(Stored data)

────────────────────

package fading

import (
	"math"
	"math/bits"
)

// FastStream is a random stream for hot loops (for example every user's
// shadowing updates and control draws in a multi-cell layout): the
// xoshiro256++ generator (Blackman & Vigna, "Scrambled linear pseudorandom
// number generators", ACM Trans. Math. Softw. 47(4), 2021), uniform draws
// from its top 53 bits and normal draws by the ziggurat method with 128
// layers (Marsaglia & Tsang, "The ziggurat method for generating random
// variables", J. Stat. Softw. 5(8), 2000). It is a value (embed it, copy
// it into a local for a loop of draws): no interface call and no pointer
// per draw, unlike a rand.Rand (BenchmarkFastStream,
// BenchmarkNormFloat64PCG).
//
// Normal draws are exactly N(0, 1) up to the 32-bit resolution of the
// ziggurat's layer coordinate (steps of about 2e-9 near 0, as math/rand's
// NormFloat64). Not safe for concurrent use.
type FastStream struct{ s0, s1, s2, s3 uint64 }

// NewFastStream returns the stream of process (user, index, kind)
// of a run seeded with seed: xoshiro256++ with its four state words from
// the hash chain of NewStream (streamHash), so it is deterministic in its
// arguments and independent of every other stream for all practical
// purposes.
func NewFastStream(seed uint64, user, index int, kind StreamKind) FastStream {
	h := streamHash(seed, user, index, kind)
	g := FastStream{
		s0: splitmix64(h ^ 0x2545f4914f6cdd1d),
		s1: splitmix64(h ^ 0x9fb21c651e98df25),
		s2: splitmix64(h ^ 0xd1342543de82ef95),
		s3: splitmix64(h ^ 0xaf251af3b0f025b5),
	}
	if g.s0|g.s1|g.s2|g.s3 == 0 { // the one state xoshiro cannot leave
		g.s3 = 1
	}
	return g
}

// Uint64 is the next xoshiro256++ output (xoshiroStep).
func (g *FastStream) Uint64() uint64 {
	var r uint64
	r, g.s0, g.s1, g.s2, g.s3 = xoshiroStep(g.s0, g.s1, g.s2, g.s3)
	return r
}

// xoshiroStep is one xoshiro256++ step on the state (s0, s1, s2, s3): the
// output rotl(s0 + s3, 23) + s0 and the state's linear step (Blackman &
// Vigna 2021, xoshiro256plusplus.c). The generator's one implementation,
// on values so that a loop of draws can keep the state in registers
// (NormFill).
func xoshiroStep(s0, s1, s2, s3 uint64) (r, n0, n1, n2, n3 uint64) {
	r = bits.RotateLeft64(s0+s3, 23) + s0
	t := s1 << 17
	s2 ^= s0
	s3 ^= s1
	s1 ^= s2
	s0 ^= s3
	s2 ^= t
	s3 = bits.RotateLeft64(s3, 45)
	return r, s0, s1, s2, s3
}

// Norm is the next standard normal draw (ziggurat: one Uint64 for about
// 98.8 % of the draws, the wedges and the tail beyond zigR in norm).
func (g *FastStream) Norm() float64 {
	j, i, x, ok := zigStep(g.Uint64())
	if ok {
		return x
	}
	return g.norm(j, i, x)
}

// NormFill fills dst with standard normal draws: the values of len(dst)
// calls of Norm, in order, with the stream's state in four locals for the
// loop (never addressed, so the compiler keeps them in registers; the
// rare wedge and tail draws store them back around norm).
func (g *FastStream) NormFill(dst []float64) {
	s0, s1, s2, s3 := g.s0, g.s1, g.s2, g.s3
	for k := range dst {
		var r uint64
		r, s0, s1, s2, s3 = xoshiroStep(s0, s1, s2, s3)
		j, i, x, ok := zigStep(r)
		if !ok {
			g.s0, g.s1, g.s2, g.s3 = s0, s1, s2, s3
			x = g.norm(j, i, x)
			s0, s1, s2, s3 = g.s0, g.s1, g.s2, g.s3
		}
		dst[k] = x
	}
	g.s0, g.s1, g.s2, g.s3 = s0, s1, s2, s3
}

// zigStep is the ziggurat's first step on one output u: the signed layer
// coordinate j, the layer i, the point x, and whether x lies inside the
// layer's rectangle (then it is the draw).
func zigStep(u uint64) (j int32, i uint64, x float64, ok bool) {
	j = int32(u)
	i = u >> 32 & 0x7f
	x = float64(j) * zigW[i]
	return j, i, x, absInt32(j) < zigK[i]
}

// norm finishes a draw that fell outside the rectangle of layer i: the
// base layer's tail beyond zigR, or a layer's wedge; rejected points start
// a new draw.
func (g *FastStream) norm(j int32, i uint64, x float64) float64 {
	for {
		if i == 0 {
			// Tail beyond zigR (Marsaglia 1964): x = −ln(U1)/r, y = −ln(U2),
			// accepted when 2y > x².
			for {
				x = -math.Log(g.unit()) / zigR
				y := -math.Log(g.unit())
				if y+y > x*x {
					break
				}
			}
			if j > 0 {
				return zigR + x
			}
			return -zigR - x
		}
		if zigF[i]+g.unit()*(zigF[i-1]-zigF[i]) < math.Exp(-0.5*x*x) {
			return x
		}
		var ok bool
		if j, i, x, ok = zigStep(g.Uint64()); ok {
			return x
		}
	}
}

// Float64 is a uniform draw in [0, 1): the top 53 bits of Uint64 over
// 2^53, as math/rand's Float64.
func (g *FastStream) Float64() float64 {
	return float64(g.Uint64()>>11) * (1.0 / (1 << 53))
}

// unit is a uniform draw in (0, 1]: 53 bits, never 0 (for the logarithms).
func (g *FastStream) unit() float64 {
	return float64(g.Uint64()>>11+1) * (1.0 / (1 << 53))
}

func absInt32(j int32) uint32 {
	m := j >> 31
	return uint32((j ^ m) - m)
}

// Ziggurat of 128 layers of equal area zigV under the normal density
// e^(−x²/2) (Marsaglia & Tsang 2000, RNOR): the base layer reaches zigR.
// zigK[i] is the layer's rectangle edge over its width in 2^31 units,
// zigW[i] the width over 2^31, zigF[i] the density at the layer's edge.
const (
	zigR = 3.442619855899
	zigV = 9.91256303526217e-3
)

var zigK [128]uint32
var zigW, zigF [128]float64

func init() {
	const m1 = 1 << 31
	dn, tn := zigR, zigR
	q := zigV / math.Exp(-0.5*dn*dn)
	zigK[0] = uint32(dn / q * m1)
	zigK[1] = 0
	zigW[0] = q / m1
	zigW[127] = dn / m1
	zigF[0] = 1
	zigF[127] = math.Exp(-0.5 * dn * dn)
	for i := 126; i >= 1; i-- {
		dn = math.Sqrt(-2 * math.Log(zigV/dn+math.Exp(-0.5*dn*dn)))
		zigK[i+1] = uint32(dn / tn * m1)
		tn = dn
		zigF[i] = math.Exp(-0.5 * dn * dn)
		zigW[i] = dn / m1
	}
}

────────────────────

## The task:
Begin with the first line of the data above and, please, print each line exactly until you have printed the line containing "resolution of the"; print nothing else.

## Task response:
package fading

import (
	"math"
	"math/bits"
)

// FastStream is a random stream for hot loops (for example every user's
// shadowing updates and control draws in a multi-cell layout): the
// xoshiro256++ generator (Blackman & Vigna, "Scrambled linear pseudorandom
// number generators", ACM Trans. Math. Softw. 47(4), 2021), uniform draws
// from its top 53 bits and normal draws by the ziggurat method with 128
// layers (Marsaglia & Tsang, "The ziggurat method for generating random
// variables", J. Stat. Softw. 5(8), 2000). It is a value (embed it, copy
// it into a local for a loop of draws): no interface call and no pointer
// per draw, unlike a rand.Rand (BenchmarkFastStream,
// BenchmarkNormFloat64PCG).
//
// Normal draws are exactly N(0, 1) up to the 32-bit resolution of the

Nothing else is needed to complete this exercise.